As I look at the moon, to the right is a very bright star…or is it a planet? I have no idea which it is but I try to take a photo anyway.
Think I need a better camera! Ha! Ha!
Over the last few weeks I have done quite a bit of reading, not for myself. Yet again I have found myself saying yes to something, thinking It would possibly be a leisurely task.
I think I was either misinformed or I didn’t quite understand the work involved. Not wanting to back out of the task, I carried on regardless.
Once again I find myself muddling through, reading for what I thought was going to be a couple of days actually turned into weeks. This was hard graft for my head to take, leaving me with headaches from the eye concentration, also emotional from what I am reading.
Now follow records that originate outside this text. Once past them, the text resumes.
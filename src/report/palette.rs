//! One colour per species, the same in every plot and in the HTML report of one network.
//!
//! A species keeps the colour of its index in the network (the order of the species table),
//! whatever subset a plot shows; beyond the ten colours the colours repeat and the line
//! pattern changes, so no two species of a network share both. Coinciding curves in one panel
//! are told apart by dash patterns ([`DASHES`]).

use plotters::style::RGBColor;

/// The species colours as hex, in index order (Tableau 10, `common practice` for categorical
/// data on white).
pub const SPECIES_HEX: [&str; 10] = [
    "#1f77b4", "#d62728", "#2ca02c", "#9467bd", "#ff7f0e", "#17becf", "#8c564b", "#e377c2", "#7f7f7f", "#bcbd22",
];

/// Lines that are not a species: photons incident, lost to background, transmitted; fits' rivals.
pub const INK_HEX: &str = "#22292f";
/// Grey of background absorption.
pub const GREY_HEX: &str = "#8f979d";
/// Light brown of transmitted light.
pub const TAN_HEX: &str = "#b08d57";

/// A line pattern: (dash, gap) in px, or None for a solid line.
pub type Dash = Option<(u32, u32)>;

/// Dash patterns (dash, gap) in px; the first is a solid line.
pub const DASHES: [Dash; 4] = [None, Some((9, 5)), Some((2, 4)), Some((14, 4))];

/// The hex colour of the species with index `i` in its network.
pub fn species_hex(i: usize) -> &'static str {
    SPECIES_HEX[i % SPECIES_HEX.len()]
}

/// The colour of the species with index `i` in its network.
pub fn species(i: usize) -> RGBColor {
    rgb(species_hex(i))
}

/// The dash pattern a species starts from: solid for the first ten, then the next pattern for
/// every ten more (colours repeat from the eleventh species).
pub fn species_dash(i: usize) -> usize {
    i / SPECIES_HEX.len()
}

/// A "#rrggbb" colour as plotters' RGB (black for anything else).
pub fn rgb(hex: &str) -> RGBColor {
    let h = hex.trim_start_matches('#');
    let c = |k: usize| {
        h.get(k..k + 2)
            .and_then(|s| u8::from_str_radix(s, 16).ok())
            .unwrap_or(0)
    };
    RGBColor(c(0), c(2), c(4))
}

#[cfg(test)]
mod tests {
    use super::*;

    #[test]
    fn hex_and_rgb_agree_and_species_past_ten_change_pattern() {
        assert_eq!(species(0), RGBColor(0x1f, 0x77, 0xb4));
        assert_eq!(species(13), species(3));
        assert_ne!(species_dash(13), species_dash(3));
    }
}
So much sadness and negativity, bringing my mood down, putting me in a sad place, making me think this I what I could be like in years to come, will my family be complaining about looking after me?
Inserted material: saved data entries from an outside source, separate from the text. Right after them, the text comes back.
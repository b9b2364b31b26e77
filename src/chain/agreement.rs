//! The chain's mean time checked against the kinetics.
//!
//! The comparison: with mean time τ to an end, a molecule that takes one exponential step
//! has reached its end by τ with probability 1 − 1/e. So the kinetics should turn
//! (1 − 1/e) × Y of the limiting reagent into the chain's main end (Y its chain yield, taken
//! 1:1 per molecule of the limiting reagent) at about τ. The time the kinetics take, t, is
//! found by event detection in the integrator ([`crate::plan::time_to_target`]), from the
//! initial mixture under the file's light. For a single first-order step A → B (and parallel
//! first-order branches) the two agree exactly: t = τ = 1/k (`common practice`). For longer
//! paths the single-exponential picture is a yardstick, so only a factor of more than
//! [`FACTOR`] is called a disagreement, and then the reasons that apply are named from the
//! model: the light each absorbing molecule gets at the chain's concentrations against the
//! kinetics' state at t (the inner filter of species absent at the start, or the optically
//! thin limit), the bimolecular steps linearised at concentrations the kinetics leave behind,
//! and ends the kinetics consume further.
//!
//! The yields are compared too: the chain's yield of each end (per molecule followed from the
//! start mixture) against what the kinetics have made of it per molecule of that mixture once
//! they have converted (the automatic horizon, [`crate::plan::horizon::automatic`]: 99 %
//! conversion of the limiting reagent, or a steady state). For first-order steps under a light
//! share that does not change the branching, the chain's absorption probabilities are the
//! kinetics' long-time yields exactly (`common practice`); second-order steps (linearised in
//! the chain, or joining two followed molecules), an inner filter that shifts light against
//! heat, ends consumed further and stoichiometry other than 1:1 make them differ legitimately,
//! and the reasons say which applies.

use super::build::{Light, absorption_rates};
pub use super::drain::DRAIN_LONGEST;
use super::drain::{Wait, drain};
use super::{ChainRun, StateKind};
use crate::error::Result;
use crate::model::Model;
use crate::network::Network;
use crate::plan::target::{self, Basis, Direction, Target};
use crate::plan::{PlanOptions, time_to_target, time_to_target_reusing};
use crate::units::{format_concentration, format_time, sig};
use serde::Serialize;

/// Ratio beyond which the chain and the kinetics are said to disagree.
pub const FACTOR: f64 = 2.0;

/// Yields agree when within this factor of each other (or within [`YIELD_CLOSE`]): they are
/// exact for first-order networks, so the margin only covers the 1 % left unconverted at the
/// horizon and the tolerances; beyond it the kinetics change the outcome, not just its time.
pub const YIELD_FACTOR: f64 = 1.2;

/// Yields this close (in molecules per molecule followed) agree whatever their ratio: one
/// percent of the start, below what NMR or HPLC tell apart in a crude mixture
/// (`common practice`, as [`crate::plan::horizon::DEFAULT_CONVERSION`]).
pub const YIELD_CLOSE: f64 = 0.01;

/// One end's yield in the chain and in the kinetics.
#[derive(Debug, Clone, PartialEq, Serialize)]
pub struct YieldCheck {
    /// The end (a species).
    pub end: String,
    /// The chain's yield: probability that a molecule followed ends here.
    pub chain: f64,
    /// The kinetics' yield: its amount formed at the horizon per molecule of the start mixture
    /// consumed by then (formed within the integrator's tolerance of zero counted as 0).
    pub kinetics: f64,
    /// Kinetics over chain (None when the chain's yield is 0).
    pub ratio: Option<f64>,
    /// True when they agree ([`YIELD_FACTOR`], [`YIELD_CLOSE`]).
    pub agree: bool,
}

/// The yields of the chain's ends against the kinetics.
#[derive(Debug, Clone, PartialEq, Serialize)]
pub struct Yields {
    /// The species the chain follows from (the start mixture), whose total is "per molecule".
    pub start: Vec<String>,
    /// Time the kinetics were read at, s.
    pub at_s: f64,
    /// Share of the start mixture the kinetics have consumed by then.
    pub converted: f64,
    /// Why the kinetics were read there (the automatic horizon in words, and the wait for the
    /// intermediates to drain into the ends when it was needed).
    pub horizon: String,
    /// What is still on its way at that time: each intermediate (a species the molecule passes
    /// through that is neither in the start mixture nor an end) with its amount per molecule of
    /// the start mixture consumed; empty when less than [`YIELD_CLOSE`] is in transit in all.
    pub in_transit: Vec<(String, f64)>,
    /// Every end with a yield in the chain.
    pub ends: Vec<YieldCheck>,
    /// True when every end agrees.
    pub agree: bool,
    /// Why they differ (empty when they agree).
    pub reasons: Vec<String>,
    /// The comparison in words.
    pub method: String,
}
I found the work to be mentally and physically exhausting !
I am so fed up of reading, watching/seeing advertisements, just hearing negative things around dementia.
I just want to concentrate on the positives! The here and Now!
I’m 56 years old, I know what my outcome will be…We all do! With or without dementia!
So let’s enjoy our life. Look and you Will finds lots of positives!
Yesterday I felt exhausted…I could have moaned and groaned about how I was feeling, I could have sat in a chair all day! No I carried on doing less energetic tasks, going through photos…my wonderful memories of places I have visited, nature, the birds, my walks around parks, woodlands, beaches. All local I might add. The surprising thing is, all the photos are from the same places, all so different. The views, lighting, nature, it just changes every single day. Just so Magical!
I was so glad to have been exhausted…otherwise I wouldn’t have spent the time looking through my wonderful memories.
Today…Wow it’s windy, no beach walk or we will be sandblasted! Just a walk on the prom. A short walk today!
The wind has even snapped the chain on my hanging baskets, my own fault for not taking them down. I just wasn’t expecting it to be so windy. What a difference in the weather and temperature over the last 24 hours, it’s crazy!